** Available records follows **
import { benchmarkSourcesRoute } from '@/app/api/workspaces/[workspaceId]/_lib/source-export-routes';

/** BibTeX of every source behind the pairs of a revision (…/sources?format=bibtex, kept for existing links). */
export const GET = benchmarkSourcesRoute('bibtex');
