export function ImportWizard({ workspaceId, slug }: { workspaceId: string; slug: string }) {
  const [kind, setKind] = useState<WizardKind>('measurements');
  const tableKind: TableKind = kind === 'dos' ? 'measurements' : kind;
  const catalog = isCatalogKind(kind);
  const [updateChanged, setUpdateChanged] = useState(false);
  const [createMissing, setCreateMissing] = useState(false);
  const [prefer, setPrefer] = useState<'' | 'typed' | 'structure'>('');
  const [file, setFile] = useState<File | null>(null);
  const [mapping, setMapping] = useState<ColumnMapping | undefined>(undefined);
  const [units, setUnits] = useState<DefaultUnits>({});
  const [references, setReferences] = useState<ReferenceLists | null>(null);
  const [referenceError, setReferenceError] = useState<string | null>(null);
  const [commit, setCommit] = useState<CommitState>({ status: 'idle' });
  /** The method table's lines as edited, by label (a line not edited yet shows the file's prefill). */
  const [tableEdits, setTableEdits] = useState<Record<string, MethodTableLine>>({});

  useEffect(() => {
    let live = true;
    fetch(`/api/workspaces/${workspaceId}/imports/references`)
      .then(async (res) => {
        if (!res.ok) throw new Error((await res.json()).detail ?? `HTTP ${res.status}`);
        return (await res.json()) as ReferenceLists;
      })
      .then((r) => live && setReferences(r))
      .catch((e: Error) => live && setReferenceError(e.message));
    return () => {
      live = false;
    };
  }, [workspaceId]);

  const referenceFile = kind === 'sources' && file !== null && REFERENCE_FILE.test(file.name);
  const missingFlag = kind === 'calculations' && createMissing;
  const request = useMemo(
    () => (kind !== 'dos' && !referenceFile && file && references ? { file, kind: tableKind, mapping, units, references, createMissing: missingFlag, methodTable: missingFlag } : null),
    [file, kind, tableKind, mapping, units, references, referenceFile, missingFlag],
  );
  const preview = usePreviewWorker(request);
  const done = preview.status === 'done' ? preview.result : null;
  // while a changed mapping is re-checked, or refused (two columns on one header), the last result stays on
  // screen so the select being changed keeps its place and its focus
  const [lastDone, setLastDone] = useState<{ file: File; result: NonNullable<typeof done> } | null>(null);
  if (done && lastDone?.result !== done && file) setLastDone({ file, result: done });
  const result = done ?? ((preview.status === 'working' || preview.status === 'refused') && mapping && lastDone?.file === file ? lastDone.result : null);
  const columns = columnsOf(tableKind);
  const noUnitColumn = result !== null && !catalog && !result.mapping.unit;
  // The method table: one line per method label of the file the workspace lacks, when createMissing is chosen.
  const missingMethods = useMemo(() => (kind === 'calculations' && result ? result.missingMethods : []), [kind, result]);
  const tableLines = useMemo(() => (missingFlag ? missingMethods.map((m) => tableEdits[m.label] ?? prefillLine(m)) : []), [missingFlag, missingMethods, tableEdits]);
  const tableCheck = useMemo(() => {
    const stored = new Set(references?.methods.map((m) => m.label) ?? []);
    return checkMethodTable(tableLines, { stored: (label) => stored.has(label) });
  }, [tableLines, references]);
  const tooManyMethods = missingFlag && (result?.missingMethodCount ?? 0) > MAX_METHOD_LINES;
  const query =
    file && (result || referenceFile)
      ? wizardQuery({
          kind: tableKind,
          fileName: file.name,
          mapping: result && !referenceFile ? result.mapping : undefined,
          units: noUnitColumn ? units : undefined,
          onChange: catalog && updateChanged ? 'update' : undefined,
          prefer: kind === 'materials' && prefer ? prefer : undefined,
          createMissing: missingFlag || undefined,
          methodTable: tableLines.length ? tableLines.map(compactLine) : undefined,
        })
      : null;
  const queryTooLong = query !== null && query.length > MAX_WIZARD_QUERY_CHARS;
  const tableReady = tableCheck.errors.length === 0 && !tooManyMethods && !queryTooLong;
  const canCommit = done !== null && done.errorCount === 0 && tableReady && commit.status !== 'sending' && commit.status !== 'done';

  const reset = (next: Partial<{ kind: WizardKind; file: File | null }>) => {
    if (next.kind) {
      setKind(next.kind);
      setUpdateChanged(false);
    }
    if (next.file !== undefined) setFile(next.file);
    setMapping(undefined);
    setTableEdits({});
    setCommit({ status: 'idle' });
  };

  async function send() {
    if (!file || !query) return;
    setCommit({ status: 'sending' });
    setCommit(await uploadImport<Outcome>(workspaceId, query, file));
  }

  return (
    <div className="space-y-5">
      <Panel title="1 · What are you importing?">
        <div className="flex flex-wrap items-end gap-4">
          <fieldset className="flex flex-wrap gap-4 text-sm">
            <legend className="sr-only">Kind of import</legend>
            {WIZARD_KINDS.map((k) => (
              <label key={k} className="flex items-center gap-1.5">
                <input type="radio" name="kind" value={k} checked={kind === k} onChange={() => reset({ kind: k })} disabled={commit.status === 'sending'} />
                {KIND_LABEL[k]}
              </label>
            ))}
          </fieldset>
          <a className={buttonClass('secondary')} href={`/api/workspaces/${workspaceId}/imports/templates/${kind}.csv`} download>
            Download the {kind === 'dos' ? 'DOS' : kind} template
          </a>
        </div>
        {catalog && (
          <div className="mt-3 space-y-1 text-sm">
            <p className="max-w-3xl text-ink-muted">
              Rows identical to stored {kind} are listed as unchanged and nothing is written for them. A row whose stored record has other values is refused, unless you
              choose to update those records.
              {kind === 'sources' && ' A BibTeX, RIS or CSL-JSON file (.bib, .ris, .json) is read as references.'}
            </p>
            <label className="flex items-center gap-1.5">
              <input type="checkbox" checked={updateChanged} onChange={(e) => setUpdateChanged(e.target.checked)} disabled={commit.status === 'sending'} />
              Update changed records (curator or owner; each update is audited and undone with the import)
            </label>
            {kind === 'materials' && (
              <label className="flex flex-wrap items-center gap-1.5">
                Where a row’s structure (POSCAR or CIF in a <code>structure</code> column) disagrees with its typed formula, atoms or space group:
                <select className={inputClass} value={prefer} onChange={(e) => setPrefer(e.target.value as typeof prefer)} disabled={commit.status === 'sending'}>
                  <option value="">refuse the row and show both</option>
                  <option value="typed">keep the typed values</option>
                  <option value="structure">take the structure’s values</option>
                </select>
              </label>
            )}
          </div>
        )}
        {kind === 'calculations' && (
          <label className="mt-3 flex items-center gap-1.5 text-sm">
            <input type="checkbox" checked={createMissing} onChange={(e) => setCreateMissing(e.target.checked)} disabled={commit.status === 'sending'} />
            Create missing materials and methods (materials from the rows’ material_… columns; methods from a table of recipes, filled from the method_… columns)
          </label>
        )}
      </Panel>

      {kind === 'dos' ? (
        <>
          {referenceError && <Notice tone="bad">Could not load the workspace’s materials, sources and methods: {referenceError}</Notice>}
          <DosImport workspaceId={workspaceId} slug={slug} references={references} />
        </>
      ) : (
        <>
          <Panel title="2 · Choose the file">
            <div className="space-y-3">
              {referenceError && <Notice tone="bad">Could not load the workspace’s materials, sources and methods: {referenceError}</Notice>}
              <FileDrop onFile={(f) => reset({ file: f })} disabled={commit.status === 'sending'} />
              {file && (
                <p className="text-sm text-ink-muted">
                  <span className="font-medium text-ink">{file.name}</span> · <span className="num">{count(file.size)} bytes</span>
                </p>
              )}
              {preview.status === 'working' && <ProgressBar label={preview.phase === 'reading' ? 'Reading the file (UTF-8)' : 'Parsing and checking rows'} fraction={preview.fraction} />}
              {preview.status === 'failed' && <Notice tone="bad">{preview.message}</Notice>}
              {preview.status === 'refused' && (
                <div className="space-y-2">
                  <Notice tone="bad">{preview.message}</Notice>
                  <RowErrorTable errors={preview.errors} errorCount={preview.errors.length} />
                </div>
              )}
            </div>
          </Panel>

          {referenceFile && (
            <Panel title="3 · Check and commit">
              <div className="space-y-3">
                <p className="text-sm text-ink-muted">A reference file is checked entry by entry on the server; any problem refuses it as a whole, with the entry and line.</p>
                <Button type="button" onClick={send} disabled={commit.status === 'sending' || commit.status === 'done'}>
                  {commit.status === 'sending' ? 'Importing…' : 'Import the references'}
                </Button>
                <CommitResult state={commit} slug={slug} />
              </div>
            </Panel>
          )}

          {result && !referenceFile && (
            <Panel title="3 · Columns and units">
              <div className="space-y-4">
                <p className="text-sm text-ink-muted">
                  {result.delimiterName}-separated, {result.headers.length} columns. Matched automatically — correct any column below.
                  {result.ignored.length > 0 && <> Ignored file columns: {result.ignored.map((h) => `“${h}”`).join(', ')}.</>}
                </p>
                <ColumnMappingForm columns={columns} headers={result.headers} mapping={mapping ?? result.mapping} onChange={setMapping} disabled={commit.status === 'sending'} />
                {noUnitColumn && (
                  <div className="flex flex-wrap gap-4">
                    <p className="w-full text-sm text-ink-muted">The file has no unit column: choose the unit of its values.</p>
                    <label className="space-y-0.5 text-xs font-medium">
                      Frequency unit
                      <select className={inputClass} value={units.frequency ?? ''} onChange={(e) => setUnits({ ...units, frequency: (e.target.value || undefined) as DefaultUnits['frequency'] })}>
                        <option value="">— choose —</option>
                        {FREQUENCY_UNITS.map((u) => (
                          <option key={u}>{u}</option>
                        ))}
                      </select>
                    </label>
                    <label className="space-y-0.5 text-xs font-medium">
                      Entropy unit
                      <select className={inputClass} value={units.entropy ?? ''} onChange={(e) => setUnits({ ...units, entropy: (e.target.value || undefined) as DefaultUnits['entropy'] })}>
                        <option value="">— choose —</option>
                        {ENTROPY_UNITS.map((u) => (
                          <option key={u}>{u}</option>
                        ))}
                      </select>
                    </label>
                    <label className="space-y-0.5 text-xs font-medium">
                      Heat-capacity unit
                      <select
                        className={inputClass}
                        value={units['heat-capacity'] ?? ''}
                        onChange={(e) => setUnits({ ...units, 'heat-capacity': (e.target.value || undefined) as DefaultUnits['heat-capacity'] })}
                      >
                        <option value="">— choose —</option>
                        {ENTROPY_UNITS.map((u) => (
                          <option key={u}>{u}</option>
                        ))}
                      </select>
                    </label>
                  </div>
                )}
              </div>
            </Panel>
          )}

          {result && !referenceFile && (
            <Panel title="4 · Preview and commit">
              <div className="space-y-4">
                <p className="text-sm">
                  <span className="num font-medium">{count(result.rowCount)}</span> rows ·{' '}
                  <span className="num text-good">{count(result.validCount)} valid</span> ·{' '}
                  <span className={`num ${result.errorCount ? 'text-bad' : 'text-ink-muted'}`}>{count(result.errorCount)} {result.errorCount === 1 ? 'error' : 'errors'}</span>
                </p>
                <NewMethods
                  count={result.missingMethodCount}
                  labels={missingMethods.map((m) => m.label)}
                  createMissing={missingFlag}
                  onCreateMissing={() => setCreateMissing(true)}
                  tooMany={tooManyMethods}
                  queryTooLong={queryTooLong}
                  disabled={commit.status === 'sending' || commit.status === 'done'}
                >
                  <MethodTableEditor
                    lines={tableLines}
                    onChange={(lines) => setTableEdits((edits) => ({ ...edits, ...Object.fromEntries(lines.map((l) => [l.label, l])) }))}
                    errors={tableCheck.errors}
                    missing={missingMethods}
                    disabled={commit.status === 'sending' || commit.status === 'done'}
                  />
                </NewMethods>
                {result.errorCount > 0 && <RowErrorTable errors={result.errors} errorCount={result.errorCount} />}
                <ModeSetWarnings warnings={result.warnings ?? []} count={result.warningCount ?? 0} />
                <PreviewTable headers={result.headers} rows={result.preview} errors={result.errors} />
                <div className="flex items-center gap-3">
                  <Button type="button" onClick={send} disabled={!canCommit} aria-disabled={!canCommit}>
                    {commit.status === 'sending' ? 'Importing…' : `Import ${count(result.rowCount)} rows`}
                  </Button>
                  {result.errorCount > 0 && <span className="text-xs text-ink-muted">Fix the errors in the file (or the mapping) first.</span>}
                  {result.errorCount === 0 && tableCheck.errors.length > 0 && <span className="text-xs text-ink-muted">Fix the method table first.</span>}
                </div>
                <CommitResult state={commit} slug={slug} />
              </div>
            </Panel>
          )}
        </>
      )}
    </div>
  );
}
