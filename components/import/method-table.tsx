'use client';
import type { ReactNode } from 'react';
import { APPROACH_LABELS, FUNCTIONAL_SUGGESTIONS } from '@/lib/catalog/method-schema';
import type { RowError } from '@/lib/import/errors';
import { copyRecipe, fillDown, MAX_METHOD_LINES, METHOD_TABLE_FIELD_NAMES, METHOD_TABLE_FIELDS, type MethodTableField, type MethodTableLine, type MissingMethodLabel } from '@/lib/import/method-table';
import { APPROACHES } from '@/lib/record-kinds';

const cellClass =
  'w-full min-w-0 rounded border border-rule-strong bg-panel px-1.5 py-1 text-xs text-ink placeholder:text-ink-faint focus:border-accent focus:outline-none focus:ring-2 focus:ring-accent/20 aria-[invalid=true]:border-bad aria-[invalid=true]:bg-bad-soft disabled:opacity-60';

const WIDTH: Record<MethodTableField, string> = {
  functional: 'w-24',
  dispersion: 'w-20',
  pseudopotential: 'w-28',
  cutoff_eV: 'w-16',
  k_grid: 'w-20',
  q_grid: 'w-20',
  smearing: 'w-24',
  approach: 'w-44',
  lo_to_correction: 'w-16',
};

const PLACEHOLDER: Partial<Record<MethodTableField, string>> = { functional: 'required', cutoff_eV: '600', k_grid: '8x8x8', q_grid: '4x4x4' };

/**
 * The method table of a calculation import: one line per method label the file names but the
 * workspace lacks, the label fixed, the recipe editable. `errors` are the lines' errors
 * (checkMethodTable); `missing` tells which rows of the file disagree with a line's prefill.
 */
export function MethodTableEditor({
  lines,
  onChange,
  errors,
  missing,
  disabled,
}: {
  lines: MethodTableLine[];
  onChange: (lines: MethodTableLine[]) => void;
  errors: RowError[];
  missing: MissingMethodLabel[];
  disabled?: boolean;
}) {
  const reasons = new Map<string, string>();
  for (const e of errors) {
    const key = `${e.methodLine}|${e.column}`;
    reasons.set(key, [reasons.get(key), e.reason].filter(Boolean).join(' '));
  }
  const reasonOf = (line: number, field: 'label' | MethodTableField) => reasons.get(`${line}|${METHOD_TABLE_FIELD_NAMES[field]}`);
  const set = (index: number, field: MethodTableField, value: string) => onChange(lines.map((l, i) => (i === index ? { ...l, [field]: value } : l)));
  const disagreements = missing.flatMap((m) => m.others.map((o) => ({ ...o, label: m.label, first: m.row, line: lines.findIndex((l) => l.label === m.label) + 1 })));

  return (
    <div className="space-y-2">
      <div role="region" aria-label="New methods" tabIndex={0} className="overflow-x-auto rounded-md border border-rule">
        <table className="text-xs" data-testid="method-table">
          <caption className="sr-only">One line per new method: its label and the recipe it is created with</caption>
          <thead className="bg-panel text-left text-ink-muted">
            <tr>
              <th className="px-1.5 py-1.5 font-medium">Line</th>
              <th className="px-1.5 py-1.5 font-medium">Label</th>
              {METHOD_TABLE_FIELDS.map((f) => (
                <th key={f} className="px-1.5 py-1.5 font-medium whitespace-nowrap">
                  {METHOD_TABLE_FIELD_NAMES[f]}
                  {f === 'functional' && <span aria-hidden="true"> *</span>}
                  {lines.length > 1 && (
                    <button
                      type="button"
                      className="ml-1 rounded px-1 text-accent-strong hover:bg-accent-soft disabled:opacity-50"
                      aria-label={`Fill ${METHOD_TABLE_FIELD_NAMES[f]} down from line 1`}
                      title={`Fill ${METHOD_TABLE_FIELD_NAMES[f]} down from line 1`}
                      onClick={() => onChange(fillDown(lines, f))}
                      disabled={disabled}
                    >
                      ↧
                    </button>
                  )}
                </th>
              ))}
              <th className="px-1.5 py-1.5 font-medium">
                <span className="sr-only">Copy</span>
              </th>
            </tr>
          </thead>
          <tbody className="divide-y divide-rule">
            {lines.map((line, i) => {
              const n = i + 1;
              const labelReason = reasonOf(n, 'label');
              return (
                <tr key={line.label} data-label={line.label}>
                  <td className="num px-1.5 py-1 text-ink-muted">{n}</td>
                  <td className={`px-1.5 py-1 font-mono whitespace-nowrap ${labelReason ? 'text-bad' : ''}`} title={labelReason}>
                    {line.label}
                  </td>
                  {METHOD_TABLE_FIELDS.map((f) => {
                    const reason = reasonOf(n, f);
                    const common = {
                      'aria-label': `${METHOD_TABLE_FIELD_NAMES[f]} of ${line.label}`,
                      'aria-invalid': reason ? true : undefined,
                      title: reason,
                      className: cellClass,
                      disabled,
                      value: line[f] ?? '',
                    };
                    return (
                      <td key={f} className={`px-1 py-1 ${WIDTH[f]}`}>
                        {f === 'approach' ? (
                          <select {...common} onChange={(e) => set(i, f, e.target.value)}>
                            <option value="">—</option>
                            {APPROACHES.map((a) => (
                              <option key={a} value={a}>
                                {APPROACH_LABELS[a]}
                              </option>
                            ))}
                            <Unlisted value={line[f]} choices={APPROACHES} />
                          </select>
                        ) : f === 'lo_to_correction' ? (
                          <select {...common} onChange={(e) => set(i, f, e.target.value)}>
                            <option value="">—</option>
                            <option value="yes">yes</option>
                            <option value="no">no</option>
                            <Unlisted value={line[f]} choices={['yes', 'no']} />
                          </select>
                        ) : (
                          <input
                            {...common}
                            type="text"
                            list={f === 'functional' ? 'method-table-functionals' : undefined}
                            placeholder={PLACEHOLDER[f]}
                            required={f === 'functional'}
                            onChange={(e) => set(i, f, e.target.value)}
                          />
                        )}
                      </td>
                    );
                  })}
                  <td className="px-1 py-1 whitespace-nowrap">
                    {i > 0 && (
                      <button
                        type="button"
                        className="rounded border border-rule-strong px-1.5 py-0.5 text-ink-muted hover:bg-paper hover:text-ink disabled:opacity-50"
                        aria-label={`Copy the recipe of line ${i} into line ${n} (${line.label})`}
                        onClick={() => onChange(copyRecipe(lines, i - 1, i))}
                        disabled={disabled}
                      >
                        Copy above
                      </button>
                    )}
                  </td>
                </tr>
              );
            })}
          </tbody>
        </table>
        <datalist id="method-table-functionals">
          {FUNCTIONAL_SUGGESTIONS.map((f) => (
            <option key={f} value={f} />
          ))}
        </datalist>
      </div>
      {errors.length > 0 && (
        <ul className="list-disc space-y-0.5 pl-5 text-xs text-bad" data-testid="method-table-errors" aria-label="Errors in the method table">
          {errors.map((e, i) => (
            <li key={i}>
              Line {e.methodLine} · {e.column}: {e.reason}
            </li>
          ))}
        </ul>
      )}
      {disagreements.length > 0 && (
        <ul className="list-disc space-y-0.5 pl-5 text-xs text-ink-muted" aria-label="Rows that disagree with the table">
          {disagreements.map((d) => (
            <li key={`${d.label}|${d.field}`}>
              Line {d.line} ({d.label}): row {d.row} gives {METHOD_TABLE_FIELD_NAMES[d.field]} “{d.value}”, unlike row {d.first}; the table’s value is used for every row of the method.
            </li>
          ))}
        </ul>
      )}
    </div>
  );
}

/** A prefilled value the select does not offer (kept, so that the check can name it). */
function Unlisted({ value, choices }: { value: string | undefined; choices: readonly string[] }) {
  if (!value || choices.includes(value)) return null;
  return <option value={value}>{value} (not a choice)</option>;
}

/**
 * Step 4's part about the file's new method labels: without createMissing a pointer to it,
 * with it the table (`children`), or why the table cannot be sent.
 */
export function NewMethods({
  count,
  labels,
  createMissing,
  onCreateMissing,
  tooMany,
  queryTooLong,
  disabled,
  children,
}: {
  count: number;
  labels: string[];
  createMissing: boolean;
  onCreateMissing: () => void;
  tooMany: boolean;
  queryTooLong: boolean;
  disabled?: boolean;
  children: ReactNode;
}) {
  if (count === 0) return null;
  const named = `${labels.slice(0, 4).map((l) => `“${l}”`).join(', ')}${count > 4 ? `, … (${count.toLocaleString('en')} in all)` : ''}`;
  if (!createMissing) {
    return (
      <div className="flex flex-wrap items-center gap-3 rounded-md border border-rule bg-panel px-3 py-2 text-sm" data-testid="new-methods-hint">
        <p className="max-w-3xl">
          The file names {count === 1 ? 'a method' : `${count.toLocaleString('en')} methods`} this workspace lacks: {named}. To create them in this import, with a recipe per label given here, choose to create missing materials and methods.
        </p>
        <button type="button" className="rounded-md border border-rule-strong px-2.5 py-1 text-sm font-medium hover:bg-paper disabled:opacity-50" onClick={onCreateMissing} disabled={disabled}>
          Create them in this import
        </button>
      </div>
    );
  }
  return (
    <section aria-labelledby="new-methods-title" className="space-y-2" data-testid="new-methods">
      <h3 id="new-methods-title" className="text-sm font-medium">
        New methods ({count.toLocaleString('en')})
      </h3>
      <p className="max-w-3xl text-xs text-ink-muted">
        Each line creates one method with this recipe, in the same write as the rows; a bad line refuses the whole import. The file’s method_… cells fill the lines at first and are not read otherwise. A family differs in one parameter: copy the line above, then change that field.
      </p>
      {tooMany ? (
        <p className="text-sm text-bad" role="alert">
          The file names {count.toLocaleString('en')} new methods; the table takes at most {MAX_METHOD_LINES} in one import. Import the methods first (a methods file), or split the file.
        </p>
      ) : (
        children
      )}
      {queryTooLong && (
        <p className="text-sm text-bad" role="alert">
          The method table is too long to send with the file: shorten its cells, or import the methods first (a methods file).
        </p>
      )}
    </section>
  );
}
** End of Available records **
Task objective: Return the lines above precisely as they appear, beginning at the first line and ending at the line with "file's prefill). */", and nothing after it.

Answer box:
import { benchmarkSourcesRoute } from '@/app/api/workspaces/[workspaceId]/_lib/source-export-routes';

/** BibTeX of every source behind the pairs of a revision (…/sources?format=bibtex, kept for existing links). */
export const GET = benchmarkSourcesRoute('bibtex');
export function ImportWizard({ workspaceId, slug }: { workspaceId: string; slug: string }) {
  const [kind, setKind] = useState<WizardKind>('measurements');
  const tableKind: TableKind = kind === 'dos' ? 'measurements' : kind;
  const catalog = isCatalogKind(kind);
  const [updateChanged, setUpdateChanged] = useState(false);
  const [createMissing, setCreateMissing] = useState(false);
  const [prefer, setPrefer] = useState<'' | 'typed' | 'structure'>('');
  const [file, setFile] = useState<File | null>(null);
  const [mapping, setMapping] = useState<ColumnMapping | undefined>(undefined);
  const [units, setUnits] = useState<DefaultUnits>({});
  const [references, setReferences] = useState<ReferenceLists | null>(null);
  const [referenceError, setReferenceError] = useState<string | null>(null);
  const [commit, setCommit] = useState<CommitState>({ status: 'idle' });
  /** The method table's lines as edited, by label (a line not edited yet shows the file's prefill). */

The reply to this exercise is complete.